Yes, prepare different inputs, fit models on them, the input that results in a model with the best performance is the most useful.

Hi Jason, Kindly do an example on PLS(Partial Least Square) in R or Python for Dimension Reduction.

Great suggestion, thanks!

A complementary resource for Principal Components Analysis, with a step-by-step explanation of the process:

https://www.neuraldesigner.com/blog/principal-components-analysis

Thanks for sharing.

And another one:

https://learnche.org/pid/latent-variable-modelling/principal-component-analysis/geometric-explanation-of-pca

Thanks for sharing.

Hi Jason,

I was taught about PCA with R and my understanding of PCA is that it helps finding about the correlation between input variables. There are libraries is R that helps at visually render the correlation between input variables. Example below:

But here in your post you don’t talk about the correlation of input variables and the possibility of representing the correlation of input variables in Python. Do you have a link or post about PCA and correlation of input variables in Python?

Thanks for all your knowledge you are sharing.

Dominique

PCA removes the linear dependence between input variables.

Yes, this may help:

https://machinelearningmastery.com/calculate-principal-component-analysis-scratch-python/

One of the main interest of filtering methods (like PCA) is to act without any further classification.

Instead of this greedy method, (1) compute cumulative variance other PCs, (2) choose a threshold to keep 80/90/95% of this and (3) select the corresponding PCs.

Then transform your data and check accuracy.

It’s much fastest and less consuming!

Great tip!

Dear Dr Jason,

Will you be covering Independent Component Analysis (‘ICA’) in a future blog. ICA can be used to separate signals for example separating many voice signals into separate components. ICA is even used in image processing to separate annoyances such as reflections from a picture – eg, you have a window reflecting light as opposed to the image behind the window.

Thank you,

Anthony of Sydney

Thanks for the suggestion. No plans yet, but I will add it to the growing list.

Sir when i run the above code it gives me error as

cross_val_score() got an unexpected keyword argument ‘error_score’

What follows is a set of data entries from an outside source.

def _measure(frame, background: Background, x0: float, y0: float, half_dx: float, half_dy: float, *,
             window_px: float, aperture_px: float, width: int, height: int) -> _Measure:
    """Windowed centroid and aperture flux of a streak centred near (x0, y0) with half-extent (half_dx, half_dy)."""
    res = _Measure()
    reach = np.hypot(half_dx, half_dy) + aperture_px + 2.0
    if not (np.isfinite(x0) and np.isfinite(y0)):
        return res
    # a streak cut by the sensor edge has a biased centroid: mark it
    res.edge = (min(x0 - abs(half_dx), y0 - abs(half_dy)) < aperture_px - 0.5 or
                x0 + abs(half_dx) > width - 1 - aperture_px + 0.5 or
                y0 + abs(half_dy) > height - 1 - aperture_px + 0.5)
    x_lo, x_hi = int(np.floor(x0 - reach)) - 2, int(np.ceil(x0 + reach)) + 3
    y_lo, y_hi = int(np.floor(y0 - reach)) - 2, int(np.ceil(y0 + reach)) + 3
    x_lo, x_hi = max(x_lo, 0), min(x_hi, width)
    r_lo = max(int(np.floor(frame.row_of_y(y_lo))), 0)
    r_hi = min(int(np.ceil(frame.row_of_y(y_hi))) + 1, frame.shape[0])
    if x_hi - x_lo < 3 or r_hi - r_lo < 2:
        res.edge = True
        return res
    sig, sat = frame.pixels(slice(r_lo, r_hi), slice(x_lo, x_hi))
    rows = slice(frame.y_start_px + frame.y_step_px * r_lo, None, frame.y_step_px)
    level = background.level_adu[rows][: r_hi - r_lo, x_lo:x_hi]
    r = sig - level
    yy = (frame.y_start_px + frame.y_step_px * np.arange(r_lo, r_hi, dtype=float))[:, None]
    xx = np.arange(x_lo, x_hi, dtype=float)[None, :]
    cx, cy = float(x0), float(y0)
    inv2s2 = 1.0 / (2.0 * window_px**2)
    for _ in range(30):
        d = _segment_distance(xx, yy, cx, cy, half_dx, half_dy)
        wr = np.exp(-(d * d) * inv2s2) * r
        s = wr.sum()
        if not s > 0:
            return res
        nx, ny = float((wr * xx).sum() / s), float((wr * yy).sum() / s)
        step = np.hypot(nx - cx, ny - cy)
        # fixed point of the windowed centroid = centre of symmetry; damp a runaway start
        if step > 3.0:
            nx, ny = cx + 3.0 * (nx - cx) / step, cy + 3.0 * (ny - cy) / step
        cx, cy = nx, ny
        if step < 1e-3:
            break
    # a streak cut by the sensor edge has a biased centroid: judge from the converged centre
    res.edge = res.edge or bool(min(cx - abs(half_dx), cy - abs(half_dy)) < aperture_px - 0.5 or
                                cx + abs(half_dx) > width - 1 - aperture_px + 0.5 or
                                cy + abs(half_dy) > height - 1 - aperture_px + 0.5)
    d = _segment_distance(xx, yy, cx, cy, half_dx, half_dy)
    ap = d <= aperture_px
    var_rows = frame_rows(background.noise_adu, frame)[r_lo:r_hi, x_lo:x_hi].astype(np.float64) ** 2
    var = var_rows + np.maximum(r, 0.0) / background.gain_e_per_adu
    flux = float(r[ap].sum())
    err = float(np.sqrt(var[ap].sum()))
    res.x, res.y = cx, cy
    res.flux, res.flux_err = flux * frame.y_step_px, err * frame.y_step_px
    res.snr = flux / err if err > 0 else np.nan
    core = d <= max(aperture_px * 0.6, 1.5)
    res.saturated = bool(sat[core].any())
    res.ok = True
    return res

Sorry to hear that, perhaps update your libraries like scikit-learn.

Sir which algorithm for feature selection is best among PCA LDA AND RFE

This is a common question that I answer here:

https://machinelearningmastery.com/faq/single-faq/what-feature-selection-method-should-i-use

a great article so far!

I am from Bangladesh, follow your blog-post from last year.

Can you share any idea about how can I apply Segmented-PCA(SPCA) or Folded(FPCA) in python

Thanks for the suggestion, I may write about these topics in the future.

Sir please can you provide example in which feature selection or augmentation technique is applied after optimized prediction model.,

What do you mean exactly? Perhaps you can elaborate?